Saved entries:
*** Begin section ***

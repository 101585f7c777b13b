import { useState } from "react";
import type { Plan } from "#core/contracts/plans";
import { Alert } from "../../../../components/ui/alert";
import { Button } from "../../../../components/ui/button";
import { Checkbox } from "../../../../components/ui/checkbox";
import { Spinner } from "../../../../components/ui/spinner";
import { formErrorMessage, serverFieldErrors } from "../../../../lib/form-errors";
import { usePlan } from "../../../../entities/plans/plans-api";
import { useSetAlignment } from "../../api/set-alignment";
import { imageToPlan, type ImagePoint } from "../../../../lib/plan-view/coordinates";
import { ImagePointPicker } from "./image-point-picker";

/**
 * Lines a new plan version up with the one before: the lead tech marks the same two places
 * (two column corners, say) on the old and the new drawing, shown side by side.
 */
export function AlignmentPanel({ plan, onDone }: { plan: Plan; onDone: (plan: Plan) => void }) {
  const previous = usePlan(plan.previousPlanId ?? "");
  const [old, setOld] = useState<ImagePoint[]>([]);
  const [now, setNow] = useState<ImagePoint[]>([]);
  const [moveFixtures, setMoveFixtures] = useState(true);
  const align = useSetAlignment();

  if (!plan.previousPlanId) return null;
  if (previous.isPending) return <Spinner label="Loading the previous version…" />;
  if (!previous.data) return <Alert tone="error">The previous version could not be loaded.</Alert>;
  const prev = previous.data;
  if (!prev.image || !prev.metresPerPixel || !plan.image || !plan.metresPerPixel) {
    return (
      <Alert tone="note">
        Both versions need a calibrated drawing before they can be matched. Set this version's scale first.
      </Alert>
    );
  }
  const prevMpp = prev.metresPerPixel;
  const mpp = plan.metresPerPixel;

  function save() {
    const toPlan = (p: ImagePoint, m: number) => {
      const q = imageToPlan(p, m);
      return { x: q.x, y: q.y };
    };
    align.mutate(
      {
        planId: plan.id,
        input: {
          previous: [toPlan(old[0], prevMpp), toPlan(old[1], prevMpp)],
          current: [toPlan(now[0], mpp), toPlan(now[1], mpp)],
          moveFixtures,
          layoutRevision: plan.layoutRevision,
        },
      },
      { onSuccess: (saved) => onDone(saved) },
    );
  }

  const fields = serverFieldErrors(align.error);
  const fieldText = Object.entries(fields).map(
    ([k, v]) =>
      `${k.startsWith("previous") ? "Old drawing" : "New drawing"}, point ${Number(k.split(".")[1]) + 1}: ${v}`,
  );
  const error = formErrorMessage(align.error);
  return (
    <section aria-labelledby="align-heading" className="space-y-3 rounded-md bg-surface p-4 edge">
      <h3 id="align-heading" className="text-lg font-bold">
        Match version {plan.version} to version {prev.version}
      </h3>
      <p className="max-w-prose">
        Mark the same two places, far apart, on both drawings: 1 then 2 on the old one, 1 then 2 on the new one. Sweeps
        on the two versions can then be compared.
      </p>
      {plan.alignmentMatched ? (
        <Alert tone="success">This version is matched to the previous one. Mark points again to redo it.</Alert>
      ) : null}
      {error ? <Alert tone="error">{error}</Alert> : null}
      {fieldText.length ? (
        <ul className="font-bold text-danger">
          {fieldText.map((t) => (
            <li key={t}>{t}</li>
          ))}
        </ul>
      ) : null}
      <div className="grid gap-4 lg:grid-cols-2">
        <div>
          <p className="font-bold">Version {prev.version} (old)</p>
          <ImagePointPicker
            imageUrl={prev.image.displayUrl}
            widthPx={prev.image.widthPx}
            heightPx={prev.image.heightPx}
            points={old}
            onChange={setOld}
            names={["1", "2"]}
            joined={false}
            label="Old drawing"
            height={340}
          />
        </div>
        <div>
          <p className="font-bold">Version {plan.version} (new)</p>
          <ImagePointPicker
            imageUrl={plan.image.displayUrl}
            widthPx={plan.image.widthPx}
            heightPx={plan.image.heightPx}
            points={now}
            onChange={setNow}
            names={["1", "2"]}
            joined={false}
            label="New drawing"
            height={340}
          />
        </div>
      </div>
      <Checkbox
        label="Move the copied fixtures onto the new drawing"
        checked={moveFixtures}
        onChange={(e) => setMoveFixtures(e.target.checked)}
      />
      <Button onClick={save} busy={align.isPending} disabled={old.length !== 2 || now.length !== 2}>
        Save the match
      </Button>
    </section>
  );
}
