import { describe, expect, it } from "vitest";
import { applySimilarity, similarityFromTwoPoints } from "../../analysis/geometry/similarity";
import { alignmentBetween } from "./plan-alignment";

describe("alignment between plan versions", () => {
  // v2 was re-drawn 1.05× larger and turned 90°; the lead tech matched two points on each
  const v1v2 = similarityFromTwoPoints([2, 3], [20, 3], [10, 1], [10, 1 + 18 * 1.05]);
  // v3 only shifted by (−0.5, 0.25)
  const v2v3 = similarityFromTwoPoints([0, 0], [10, 0], [-0.5, 0.25], [9.5, 0.25]);
  const plans = [
    { id: "v1", previousPlanId: null, alignment: null },
    { id: "v2", previousPlanId: "v1", alignment: v1v2 },
    { id: "v3", previousPlanId: "v2", alignment: v2v3 },
  ];

  it("maps the two matched points exactly, in both directions", () => {
    const t = alignmentBetween(plans, "v1", "v2");
    // the two matched points of the stored alignment (hand-chosen above)
    for (const [a, b] of [
      [
        [2, 3],
        [10, 1],
      ],
      [
        [20, 3],
        [10, 1 + 18 * 1.05],
      ],
    ] as const) {
      const m = applySimilarity(t, a);
      expect(m[0]).toBeCloseTo(b[0], 10);
      expect(m[1]).toBeCloseTo(b[1], 10);
      const back = applySimilarity(alignmentBetween(plans, "v2", "v1"), b);
      expect(back[0]).toBeCloseTo(a[0], 10);
      expect(back[1]).toBeCloseTo(a[1], 10);
    }
  });

  it("composes across versions: v1 → v3 is v1 → v2 then v2 → v3", () => {
    const t = alignmentBetween(plans, "v1", "v3");
    const via = applySimilarity(v2v3, applySimilarity(v1v2, [2, 3]));
    const direct = applySimilarity(t, [2, 3]);
    expect(direct[0]).toBeCloseTo(via[0], 10);
    expect(direct[1]).toBeCloseTo(via[1], 10);
    // the matched point (2, 3) lands on (10, 1) in v2 and then shifts by (−0.5, 0.25)
    expect(direct[0]).toBeCloseTo(9.5, 10);
    expect(direct[1]).toBeCloseTo(1.25, 10);
  });

  it("is the identity on one version and refuses plans of different stores", () => {
    expect(alignmentBetween(plans, "v2", "v2")).toEqual({ scale: 1, rotation: 0, tx: 0, ty: 0 });
    expect(() => alignmentBetween([...plans, { id: "x", previousPlanId: null, alignment: null }], "v1", "x")).toThrow(
      /not versions/,
    );
  });
});
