/**
 * The locator speaks in the contract's ids (fixtures, risk points, room walls `<id>:wall:<k>`); the
 * product speaks in the names the lead tech gave them. Swaps every known id in a sentence for its name.
 */
const UUID = /[0-9a-f]{8}-[0-9a-f]{4}-[0-9a-f]{4}-[0-9a-f]{4}-[0-9a-f]{12}(:wall:\d+)?/gi;

export function nameFixtures(text: string, labels: ReadonlyMap<string, string>): string {
  return text.replace(UUID, (match, wall: string | undefined) => {
    const id = wall ? match.slice(0, match.length - wall.length) : match;
    const name = labels.get(id.toLowerCase());
    if (!name) return match;
    return wall ? `the wall of ${name}` : name;
  });
}
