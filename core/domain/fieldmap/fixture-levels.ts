/**
 * Peak and mean ppm of a field around one fixture: the known cells whose centre lies inside the
 * fixture's outline or within `marginM` of it (readings are taken at the case fronts, just outside).
 */
import { pointInPolygon } from "../../analysis/geometry/point-in-polygon";
import { distanceToPolygonEdge } from "../../analysis/geometry/segments";
import type { Polygon } from "../../analysis/geometry/types";
import { isKnown, type FieldGridLike } from "./field-grid";

export interface FixtureLevel {
  peakPpm: number;
  meanPpm: number;
  cells: number;
}

export const FIXTURE_MARGIN_M = 0.75;

export function fixtureLevel(grid: FieldGridLike, polygon: Polygon, marginM = FIXTURE_MARGIN_M): FixtureLevel | null {
  if (polygon.length < 3) throw new RangeError(`polygon: needs at least 3 vertices, got ${polygon.length}`);
  let minX = Infinity,
    minY = Infinity,
    maxX = -Infinity,
    maxY = -Infinity;
  for (const [x, y] of polygon) {
    minX = Math.min(minX, x);
    minY = Math.min(minY, y);
    maxX = Math.max(maxX, x);
    maxY = Math.max(maxY, y);
  }
  const s = grid.cellSize;
  const i0 = Math.max(0, Math.floor((minX - marginM) / s));
  const i1 = Math.min(grid.width - 1, Math.floor((maxX + marginM) / s));
  const j0 = Math.max(0, Math.floor((minY - marginM) / s));
  const j1 = Math.min(grid.height - 1, Math.floor((maxY + marginM) / s));
  let peak = -Infinity;
  let sum = 0;
  let n = 0;
  for (let j = j0; j <= j1; j++) {
    for (let i = i0; i <= i1; i++) {
      const k = j * grid.width + i;
      if (!isKnown(grid, k)) continue;
      const c: [number, number] = [(i + 0.5) * s, (j + 0.5) * s];
      if (!pointInPolygon(c, polygon) && distanceToPolygonEdge(c, polygon) > marginM) continue;
      const v = grid.values[k];
      if (v > peak) peak = v;
      sum += v;
      n++;
    }
  }
  return n === 0 ? null : { peakPpm: peak, meanPpm: sum / n, cells: n };
}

*** End section ***

▶ **TASK REQUIREMENTS**
Please repeat word for word the lines above that run from the beginning through the line containing "if (!plan.previousPlanId) return null;", keeping both the first and that last line.

▶ **TASK OUTPUT**
repository 101585f7c777b13b
import { useState } from "react";
import type { Plan } from "#core/contracts/plans";
import { Alert } from "../../../../components/ui/alert";
import { Button } from "../../../../components/ui/button";
import { Checkbox } from "../../../../components/ui/checkbox";
import { Spinner } from "../../../../components/ui/spinner";
import { formErrorMessage, serverFieldErrors } from "../../../../lib/form-errors";
import { usePlan } from "../../../../entities/plans/plans-api";
import { useSetAlignment } from "../../api/set-alignment";
import { imageToPlan, type ImagePoint } from "../../../../lib/plan-view/coordinates";
import { ImagePointPicker } from "./image-point-picker";

/**
 * Lines a new plan version up with the one before: the lead tech marks the same two places
 * (two column corners, say) on the old and the new drawing, shown side by side.
 */
export function AlignmentPanel({ plan, onDone }: { plan: Plan; onDone: (plan: Plan) => void }) {
  const previous = usePlan(plan.previousPlanId ?? "");
  const [old, setOld] = useState<ImagePoint[]>([]);
  const [now, setNow] = useState<ImagePoint[]>([]);
  const [moveFixtures, setMoveFixtures] = useState(true);
  const align = useSetAlignment();

  if (!plan.previousPlanId) return null;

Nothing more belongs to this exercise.